One way to explore unique capabilities is by transforming available data into new modalities (for example, converting numerical data to visual data) to take advantage of the many existing pre-trained models. This enables companies to harness existing the capabilities of Generative AI applications and generate novel outputs without altering the underlying system. This method unlocks an entire world of possibilities simply by fine-tuning the foundation model with the transformed data.
For example, Riffusion took raw music data, transformed it into spectrograms (visual representations of musical features), and used the spectrograms to fine-tune Stable Diffusion. The result is a system that accepts text inputs (“Sunrise DJ set to hard synth solo”) to generate novel music compositions. An alternative example, where people are chaining together existing Generative AI systems and transforming data to offer novel solutions, is tome, which automatically generates slides from natural language inputs. However, these examples are only the beginning. Today, transformed data used outside of Generative AI for applications such as acoustic imaging to identify air leaks in compressed air systems. It is possible to imagine that such applications will become significantly more accurate and even enable real-time detection Generative AI.
Highlighting another unique capability of Generative AI, in material science, scientists have gone beyond traditional approaches of design (searching through known material structures to find the optimal properties for a given use case) and implemented the concept of inverse design. Here, the desired properties are designed first and then the foundation model is used to generate the chemical compounds that would have those properties; in other words, inverse design is property-to-structure instead of the traditional structure-to-property.

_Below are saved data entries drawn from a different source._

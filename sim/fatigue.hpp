#pragma once
// Response that falls with load (alert fatigue): the probability that a notice
// leads to a bedside evaluation falls with the notices that came before it.
// Logistic form: the odds of an evaluation are the plan's base odds multiplied
// by `repeat_odds_ratio` for each earlier notice about the same patient in this
// plan, and by `recent_odds_ratio` for each notice the same team received in the
// `window` before it (README, "Response that falls with load").
//
// Decisions:
// - Declared per plan: plans are alternatives, each answered by its own staff
//   (sim/simulate.cpp), so a plan that notices more wears its own recipients
//   down; a committee compares that.
// - The team a notice reaches: for a page, the paged role's team (on the
//   notice's unit when the role works per unit, one team for the hospital
//   otherwise; the unit when the scenario declares no roles); for a chart
//   interruption, the opening role on the notice's unit.
// - Counted loads are every notice delivered (whether or not it led to an
//   evaluation) strictly before in the plan's time order: the same patient's
//   earlier notices in this plan, and the team's notices at instants in
//   [at - window, at).
// - The draw: a chart interruption keeps its opening's acceptance draw (so with
//   both odds ratios at 1 every output is today's, byte for byte); a page draws
//   from stream notice_response keyed by (encounter, instant, occurrence).
// - A page not accepted is acknowledged without an evaluation: it stays a
//   notice (it is counted and it cost an interruption) but asks for no task.
#include <cstdint>
#include <span>
#include <vector>

#include "models/random_streams.hpp"
#include "models/time.hpp"
#include "sim/notice.hpp"

namespace tocsin {

struct FatigueEffect {
    double base_response = 1.0;      // page: probability without load (a chart interruption uses its acceptance_probability)
    double repeat_odds_ratio = 1.0;  // per earlier notice about the same patient in this plan
    double recent_odds_ratio = 1.0;  // per notice the team received within the window
    Seconds window = hours(8);
};

// The load a notice met and the probability of an evaluation it was given.
struct NoticeLoad {
    std::uint32_t earlier_for_patient = 0;
    std::uint32_t recent_for_team = 0;
    double probability = 1.0;
};

// Probability of an evaluation at base probability `base` after the loads:
// base itself when the odds are not moved (so a zero effect changes nothing).
double fatigued_probability(double base, const FatigueEffect& effect, std::uint32_t earlier_for_patient,
                            std::uint32_t recent_for_team);

// Who receives a notice, for the window count: see the decisions above.
struct RecipientTeams {
    bool page_role_per_unit = true;  // the paged role works per unit (or no roles are declared)
};

// Decides, for every notice of one plan (sorted by time), whether it asks for
// an evaluation, and returns the load each met (one per notice). `base` is the
// page's base_response or the chart interruption's acceptance_probability.
std::vector<NoticeLoad> apply_fatigue(std::vector<Notice>& notices, const FatigueEffect& effect, double base,
                                      RecipientTeams teams, ReplicationSeed draws);

}  // namespace tocsin
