#pragma once
// The population of each replication, as the scenario declares it. Every
// replication is a pure function of (scenario, seed, replication index).
#include "sim/experiment.hpp"
#include "sim/scenario.hpp"

namespace tocsin {

// Loads what must be loaded once (e.g. a replayed log) and returns a factory
// that makes the population of any replication. Throws InputError on bad input.
PopulationFactory population_factory(const Scenario& scenario);

}  // namespace tocsin
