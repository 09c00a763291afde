#pragma once
// What each delivery channel needs besides the rule (declared per plan), and
// what a round of a shared-time channel (handoff list, ranked review) records.
// Meanings are in README ("The paging rule", "The other channels").
#include <array>
#include <cstdint>
#include <optional>
#include <vector>

#include "models/time.hpp"

namespace tocsin {

// Channels at chart openings: chart_interruption and score_lookup.
struct ChartSettings {
    std::optional<std::uint8_t> role;     // only openings by this role (index into chart-opening roles); none: all
    double interruption_minutes = 0.0;   // the opener's time per interruption, or per look-up
    double acceptance_probability = 1.0; // share of interruptions that lead to an evaluation
    // score_lookup: the chance that an opening at each local hour leads to a look-up.
    std::array<double, 24> lookup_probability{};
};

struct HandoffSettings {
    std::vector<int> times_minutes;      // local minutes after midnight; empty: the shift starts
    double minutes_per_flag = 0.0;       // handoff time per flagged patient
    double follow_up_probability = 1.0;  // share of flags that lead to an evaluation
};

enum class ReviewScope : std::uint8_t { unit, hospital };

struct ReviewSettings {
    std::vector<int> times_minutes;      // local minutes after midnight, ascending
    int top_n = 10;                      // list length, per unit or hospital-wide
    ReviewScope scope = ReviewScope::unit;
    double minutes_per_review = 0.0;
    std::optional<int> max_reviews_per_round;  // the team's capacity; none: every listed patient is reviewed
    std::optional<Seconds> skip_reviewed;      // a reviewed patient stays off the lists this long; none: no skip
};

inline constexpr std::uint32_t whole_hospital = UINT32_MAX;

// One handoff (per unit) or one review round (per unit or for the whole hospital).
struct Round {
    Instant at = 0;
    std::uint32_t unit = whole_hospital;  // index into Population::units, or whole_hospital
    std::int32_t listed = 0;  // handoff: patients flagged; review: patients on the top-N list
    std::int32_t acted = 0;   // handoff: flagged; review: reviewed (within the team's capacity)
    double minutes = 0.0;     // staff minutes the round's flags or reviews took
};

}  // namespace tocsin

While this approach has primarily been used in material science to date, with applications in aerospace, medicine, electronics, and more, other industries might learn from the idea of inverting design spaces by questioning assumptions about what can be designed versus determined.
The above examples allow companies to benefit directly from the financial, engineering, and R&D investments that went into training foundation models, such as those underpinning apps like DALL-E 2, ChatGPT, Stable Diffusion, and Midjourney, among others. In so doing, companies can be competitive without making significant investments in new models by opening a plane of fundamentally new uses and value ahead of competition.
Executives should work with their data engineers to identify creative ways to discover new solutions and assess which solutions are likely to bring the most value to the company. Start by asking:
- Where do we have underutilized data that is critical for our business functions?
- Can this data be easily used to fine-tune an existing foundation model?
- What new modalities can we transform this data into to leverage existing systems?
- Are there any design assumptions that we can invert?
- What outputs do you expect and where in our organization could these outputs be utilized?
In a world where automated systems are increasingly being used to provide basic capabilities, company leaders should be innovative and strategic in their use of Generative AI. They also need to keep in mind that the ultimate outcome of experimentation is business model innovation. In the wake of the internet revolution, the previously familiar trade-off between richness or reach was eliminated, destroying traditional business models. In the not-so-distant future, Generative AI will render today’s commonly accepted business trade-offs obsolete. Competitive advantage awaits those that go beyond simple tweaking—and that identify business models not previously possible.